Volltextsuche:
Als Freiberufler werden Menschen verstanden, die eine nicht der Gewerbeordnung unterliegende Tätigkeit ausüben. Zu Freiberuflern gehören vor allem Künstler, Wissenschaftler, aber auch Journalisten. Freiberufler sind keine Arbeitnehmer und sind daher nicht an die Sozialversicherung gebunden. Um sich gegen Krankheitsfälle zu schützen, haben sie Möglichkeit, entweder eine freiwillige Krankenversicherung abzuschließen oder eine private Krankenversicherung. Die erste Alternative ist mit der gesetzlichen Krankenversicherung identisch und ist daher etwas schmal, jedenfalls was die Leistungen anbelangt.
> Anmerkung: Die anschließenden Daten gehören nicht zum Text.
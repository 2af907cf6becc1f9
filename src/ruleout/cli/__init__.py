"""The commands a user types, and what the terminal shows."""

from __future__ import annotations

import os
import sys
import threading
from collections.abc import Sequence

INTERRUPTED = 130
"""Exit status after Ctrl-C, as shells give it."""
PATIENCE = 1.0
"""Seconds that a thread may take to finish after Ctrl-C."""


def main(arguments: Sequence[str] | None = None) -> int:
    """Run the command line and return its exit status.

    Parameters
    ----------
    arguments : sequence of str, optional
        Words after the program's name; those of the process by default.

    Returns
    -------
    int
        0 judged; 1 a fault of the program itself; 2 bad input; 3 judged, but some variant is not
        judged; 130 interrupted.
    """
    from ruleout.cli.app import app

    try:
        app(args=None if arguments is None else list(arguments), prog_name="ruleout")
    except SystemExit as stop:
        status = stop.code if isinstance(stop.code, int) else int(stop.code is not None)
    else:
        status = 0
    if arguments is None and status == INTERRUPTED:
        _leave_threads(status)
    return status


def _leave_threads(status: int) -> None:
    """End the process if threads compute on: Python would wait for what cannot be stopped."""
    others = [t for t in threading.enumerate() if t is not threading.current_thread()]
    for thread in others:
        if not thread.daemon:
            thread.join(PATIENCE)
            if thread.is_alive():
                sys.stdout.flush()
                sys.stderr.flush()
                os._exit(status)
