def test_lanes_do_not_notice_each_other() -> None:
    """Rows alone, in any order, in other batches and in threads agree to the last bit."""
    program = compile_system(stiff_relay())
    plans = [
        protocol([1, 5, 20], 3, 4),
        protocol([0.1, 7, np.inf], 3, 4, breaks=[0, 2], add=[[0] * 3, [1, 0, 0]]),
    ]
    y0, p = wide_batch(1500)
    which = np.arange(1500) % 2
    set_threads(1)
    whole = program.solve(y0, p, plans, which)
    assert (whole.status == Status.OK).all()
    set_threads(2)
    threaded = program.solve(y0, p, plans, which)
    order = np.random.default_rng(12).permutation(1500)[:333]
    shuffled = program.solve(y0[order], p[order], plans, which[order])
    np.testing.assert_array_equal(threaded.states, whole.states)
    np.testing.assert_array_equal(threaded.steps, whole.steps)
    np.testing.assert_array_equal(shuffled.states, whole.states[order])
    for row in range(0, 40, 3):
        alone = program.solve(y0[[row]], p[[row]], [plans[which[row]]])
        np.testing.assert_array_equal(alone.states[0], whole.states[row])


def test_lanes_do_not_notice_failing_neighbours() -> None:
    program = compile_system(stiff_relay())
    y0, p = wide_batch(64)
    plans = [protocol([1, 5, 20], 3, 4)]
    clean = program.solve(y0, p, plans)
    spoilt = p.copy()
    spoilt[::3] = np.nan
    mixed = program.solve(y0, spoilt, plans)
    assert (mixed.status[::3] == Status.BAD_START).all()
    keep = np.arange(64) % 3 > 0
    np.testing.assert_array_equal(mixed.states[keep], clean.states[keep])


@pytest.mark.parametrize("group", [2, 5, 11])
def test_differences_within_a_group_are_derivatives(group: int) -> None:
    """Forward differences of 1e-6 in the logarithm, against tight central differences."""
    program = compile_system(stiff_relay())
    plans = [protocol([0.3, 1, 4, np.inf], 3, 4)]
    rng = np.random.default_rng(3)
    base = np.exp(rng.uniform(np.log(0.1), np.log(10.0), (30, 4)))
    base[:, 3] = rng.uniform(1.0, 3.0, 30)
    copies = np.repeat(base, group, axis=0)
    for j in range(1, group):
        copies[j::group, (j - 1) % 4] *= np.exp(1e-6)
    solution = program.solve(np.zeros((30 * group, 3)), copies, plans, group=group)
    assert (solution.status == Status.OK).all()
    states = solution.states.reshape(30, group, 4, 3)
    for j in range(1, min(group, 5)):
        ends = []
        for sign in (1.0, -1.0):
            moved = base.copy()
            moved[:, j - 1] *= np.exp(sign * 1e-4)
            tight = program.solve(np.zeros((30, 3)), moved, plans, rtol=1e-11, atol=1e-13)
            ends.append(tight.states)
        exact = (ends[0] - ends[1]) / 2e-4
        found = (states[:, j] - states[:, 0]) / 1e-6
        # Error of the integration at rtol 1e-6, seen through a derivative of order one.
        np.testing.assert_allclose(found, exact, atol=5e-5)


def test_a_failing_copy_fails_alone() -> None:
    """A NaN row in a group changes nothing for the others, unless it leads."""
    program = compile_system(stiff_relay())
    _, p = wide_batch(24)
    plans = [protocol([1, 5], 3, 4)]
    copies = np.repeat(p, 3, axis=0)
    copies[2::3] *= 1.0 + 1e-6
    clean = program.solve(np.zeros((72, 3)), copies, plans, group=3)
    spoilt = copies.copy()
    spoilt[1::3] = np.nan
    mixed = program.solve(np.zeros((72, 3)), spoilt, plans, group=3)
    leads = np.arange(0, 72, 3)
    assert (mixed.status[leads] == Status.OK).all()
    assert (mixed.status[leads + 1] == Status.BAD_START).all()
    assert (mixed.status[leads + 2] == Status.OK).all()
    np.testing.assert_allclose(mixed.states[leads], clean.states[leads], rtol=1e-5, atol=1e-8)
    spoilt[leads] = np.nan
    assert (program.solve(np.zeros((72, 3)), spoilt, plans, group=3).status != Status.OK).all()


def test_wide_priors_do_not_break_on_negative_states() -> None:
    """40,000 solves with saturating and Hill terms guarded below zero: none fails.

    A step may carry a state slightly below zero; y / (K + max(y, 0)) with its numerator left
    linear and Hill terms on max(y, 1e-12) keep such a state harmless.
    """
    names = tuple(f"p{i}" for i in range(9))
    p = [sym(name) for name in names]
    states = tuple(sym(name) for name in ("u", "v", "w"))
    u, v, w = states
    zero, tiny = const(0.0), const(1e-12)

    def saturating(s: object, k: object) -> object:
        return s / (k + apply("max", s, zero))  # type: ignore[operator, arg-type]

    hill = apply("max", w, tiny) ** p[8]
    rhs = (
        p[0] / (1.0 + hill / p[7] ** p[8]) - p[1] * saturating(u, p[2]),
        p[3] * saturating(u, p[2]) - p[4] * saturating(v, p[2]),
        p[5] * v - p[6] * saturating(w, p[7]),
    )
    system = System(("u", "v", "w"), names, rhs)  # type: ignore[arg-type]
    rng = np.random.default_rng(13)
    rows = 40_000
    values = np.exp(rng.uniform(np.log(1e-3), np.log(1e3), (rows, 9)))
    values[:, 8] = rng.uniform(1.0, 4.0, rows)
    set_threads(2)
    plan = protocol(np.linspace(1.0, 12.0, 12), 3, 9)
    solution = compile_system(system).solve(np.zeros((rows, 3)), values, [plan], rtol=1e-4)
    assert np.bincount(solution.status, minlength=6).tolist() == [rows, 0, 0, 0, 0, 0]
    assert solution.states.min() > -1e-3 * solution.states.max()


def test_equal_systems_share_a_program_also_between_threads() -> None:
    found: list[Program] = []
    threads = [
        threading.Thread(target=lambda: found.append(compile_system(stiff_relay())))
        for _ in range(4)
    ]
    for thread in threads:
        thread.start()
    for thread in threads:
        thread.join()
    assert all(program is found[0] for program in found)


def test_systems_survive_pickling() -> None:
    copy = pickle.loads(pickle.dumps(stiff_relay()))
    assert compile_system(copy) is compile_system(stiff_relay())


def test_misfits_are_named() -> None:
    program = compile_system(DECAY)
    plan = protocol([1.0], 1, 2)
    with pytest.raises(ValueError, match=r"y0 has shape \(1, 2\)"):
        program.solve([[1.0, 2.0]], [[1.0, 1.0]], [plan])
    with pytest.raises(ValueError, match=r"p has shape \(1, 1\)"):
        program.solve([[1.0]], [[1.0]], [plan])
    with pytest.raises(ValueError, match="groups of 2"):
        program.solve([[1.0]], [[1.0, 1.0]], [plan], group=2)
    with pytest.raises(ValueError, match="which must lie in"):
        program.solve([[1.0]], [[1.0, 1.0]], [plan], [1])
    with pytest.raises(ValueError, match="factor has shape"):
        program.solve([[1.0]], [[1.0, 1.0]], [protocol([1.0], 1, 3)])
    with pytest.raises(ValueError, match="breaks must increase"):
        program.solve([[1.0]], [[1.0, 1.0]], [protocol([1.0], 1, 2, breaks=[0, 0])])
    with pytest.raises(ValueError, match="none before 0"):
        program.solve([[1.0]], [[1.0, 1.0]], [protocol([-1.0], 1, 2)])
    with pytest.raises(ValueError, match="undeclared symbols: y"):
        Program(System(("x",), (), (y,)))


def test_an_empty_batch_gives_an_empty_solution(compiled_or_reference: str) -> None:  # noqa: ARG001
    plans = [protocol([1.0, np.inf], 1, 2)]
    solution = Program(DECAY).solve(np.empty((0, 1)), np.empty((0, 2)), plans)
    assert solution.states.shape == (0, 2, 1)
    assert Program(DECAY).steady(np.empty((0, 1)), np.empty((0, 2))).states.shape == (0, 1)


def test_a_system_without_states_is_solved_at_once(compiled_or_reference: str) -> None:  # noqa: ARG001
    """A condition may remove or clamp every node."""
    program = Program(System((), ("a",), ()))
    solution = program.solve(np.empty((2, 0)), np.ones((2, 1)), [protocol([1.0, np.inf], 0, 1)])
    assert solution.states.shape == (2, 2, 0)
    assert (solution.status == Status.OK).all()
    assert program.steady(np.empty((2, 0)), np.ones((2, 1))).stable.all()


def test_tolerances_must_be_positive() -> None:
    program, plan = compile_system(DECAY), protocol([1.0], 1, 2)
    for wrong in ({"rtol": 0.0}, {"atol": 0.0}, {"atol": [np.nan]}, {"rtol": -1e-6}):
        with pytest.raises(ValueError, match="tolerances must be positive"):
            program.solve([[1.0]], [[1.0, 1.0]], [plan], **wrong)  # type: ignore[arg-type]


def test_where_no_code_can_be_made_the_kernel_is_interpreted(
    monkeypatch: pytest.MonkeyPatch,
) -> None:
    def refuse(*_: object, **__: object) -> None:
        raise OSError("cannot allocate executable memory")

    monkeypatch.setattr("ruleout.kernel.engine.MachineCode", refuse)
    monkeypatch.setattr("ruleout.kernel.engine._shared_code", refuse)
    with pytest.warns(RuntimeWarning, match="executable memory"):
        program = Program(DECAY)
    solution = program.solve([[1.0]], [[0.0, 1.0]], [protocol([1.0], 1, 2)])
    assert solution.states[0, 0, 0] == pytest.approx(np.exp(-1.0), rel=1e-5)
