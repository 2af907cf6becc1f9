"""``ruleout inspect``."""

from __future__ import annotations

from pathlib import Path


def run_inspect(folder: Path, seed: int) -> None:
    """Print the variants, equations, loops and findings of the case in ``folder``."""
    from rich.console import Console

    from ruleout.case import read_case
    from ruleout.cli.terminal import print_findings, print_heading, print_sentences, print_wrapped
    from ruleout.inspection import inspect_case

    case = read_case(folder)
    inspection = inspect_case(case, seed)
    console = Console()
    print_wrapped(console, case.mechanism.title)
    for name, variant in inspection.variants.variants.items():
        print_heading(console, f"{name}: {', '.join(variant.edges) or 'no contested edge'}")
        equations = inspection.equations[name]
        for line in equations["text"]:
            print_wrapped(console, line, indent="    ", first="  ")
        print_sentences(console, equations["loops"])
    assumptions = {s for e in inspection.equations.values() for s in e["assumptions"]}
    if assumptions:
        print_heading(console, "Assumptions the rate laws rest on")
        print_sentences(console, sorted(assumptions))
    print_heading(console, "Findings before fitting")
    if len(inspection.findings):
        print_findings(console, inspection.findings)
    else:
        print_wrapped(console, "None.")
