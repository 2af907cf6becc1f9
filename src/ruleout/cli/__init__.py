"""The commands a user types, and what the terminal shows."""

from __future__ import annotations

import os
import sys
from collections.abc import Sequence

INTERRUPTED = 130
"""Exit status after Ctrl-C, as shells give it."""


def main(arguments: Sequence[str] | None = None) -> int:
    """Run the command line and return its exit status.

    Parameters
    ----------
    arguments : sequence of str, optional
        Words after the program's name; those of the process by default.

    Returns
    -------
    int
        0 judged; 1 a fault of the program itself; 2 bad input; 3 judged, but some variant is not
        judged; 130 interrupted.
    """
    from ruleout.cli.app import app

    try:
        app(args=None if arguments is None else list(arguments), prog_name="ruleout")
    except SystemExit as stop:
        status = stop.code if isinstance(stop.code, int) else int(stop.code is not None)
    else:
        status = 0
    if arguments is None and status == INTERRUPTED:
        # A thread that is computing cannot be stopped, and would be waited for.
        sys.stdout.flush()
        sys.stderr.flush()
        os._exit(status)
    return status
Die private Krankenversicherung kann hingegen viel mehr bieten, zumal die Wartezeiten für Privatversicherten enorm kürzer ausfallen. Was die Beiträge anbelangt, so müssen privat versicherte Freiberufler mehr im Monat zahlen als im Rahmen der freiwilligen Krankenversicherung. Doch hier wie dort gilt ein Tarif, zu dem der Freiberufler seine Krankenversicherung abschließt. Das Angebot der privaten Krankenkassen ist groß, sodass ein Vergleich sinnvoll wäre. Ein solcher kann problemlos auf Portalen durchgeführt werden, die sich mit dem Phänomen Krankenversicherung beschäftigen.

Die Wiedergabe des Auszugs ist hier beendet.